Exercise prompt> Lines below that hold the word "include" must be copied in full.

##########

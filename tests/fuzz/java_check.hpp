// SPDX-License-Identifier: MIT
// The Java front end's fuzz harness, shared by the libFuzzer target and the unit test that
// replays kept inputs: measure any bytes as a .java file (syntax tree and lexical cross-check) and
// measure them on the lexical path alone, and check the promises both paths make.
#pragma once

#include "gate/java/java_front_end.hpp"
#include "gate/java/java_lexical.hpp"
#include "gate/java/java_scan.hpp"
#include "tollgate/core/counts.hpp"
#include "tollgate/core/measures.hpp"

#include <cmath>
#include <cstddef>
#include <cstdint>
#include <string>

namespace tollgate::fuzz {

// Return an empty string when `functions` keep the front end's promises, else what broke.
inline std::string check_java_functions(const lexer::FileFunctions& file, std::size_t lines) {
    unsigned previous_start = 0;
    for (const auto& f : file.functions) {
        if (f.start_line == 0 || f.start_line > f.end_line || f.end_line > lines) {
            return "a function's lines are out of order or outside the file";
        }
        if (f.start_line < previous_start) {
            return "functions are not ordered by start line";
        }
        previous_start = f.start_line;
        const core::Measures m =
            core::compute_measures(core::count_tokens(f.tokens), f.potential_operands);
        if (!std::isfinite(m.volume) || !std::isfinite(m.effort) || !std::isfinite(m.difficulty)) {
            return "a measure is not finite";
        }
        if (f.fallback_key.empty() || f.token_hash.empty()) {
            return "a function has no fallback key or token hash";
        }
    }
    return {};
}

// Measure `bytes` both ways and return what broke, or an empty string. The first byte picks the
// convention switches.
inline std::string check_java_input(const std::uint8_t* data, std::size_t size) {
    core::Convention convention;
    if (size > 0) {
        convention.body_only = (data[0] & 1) != 0;
        convention.function_name_as_operand = (data[0] & 2) != 0;
        convention.merge_unary_binary = (data[0] & 4) != 0;
    }
    const std::string content(reinterpret_cast<const char*>(data), size);
    std::size_t lines = 1;
    for (char c : content) {
        lines += c == '\n' ? 1 : 0;
    }
    const lexer::FileFunctions file = java::lex_java_file({"Fuzz.java", content}, convention);
    if (std::string broken = check_java_functions(file, lines); !broken.empty()) {
        return "front end: " + broken;
    }
    lexer::FileFunctions lexical;
    java::finish_functions(java::measure_lexically(java::scan_java(content), convention),
                           "Fuzz.java", lexical);
    if (std::string broken = check_java_functions(lexical, lines); !broken.empty()) {
        return "lexical path: " + broken;
    }
    return {};
}

} // namespace tollgate::fuzz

##########

Output>
#include "gate/java/java_front_end.hpp"
#include "gate/java/java_lexical.hpp"
#include "gate/java/java_scan.hpp"
#include "tollgate/core/counts.hpp"
#include "tollgate/core/measures.hpp"
#include <cmath>
#include <cstddef>
#include <cstdint>
#include <string>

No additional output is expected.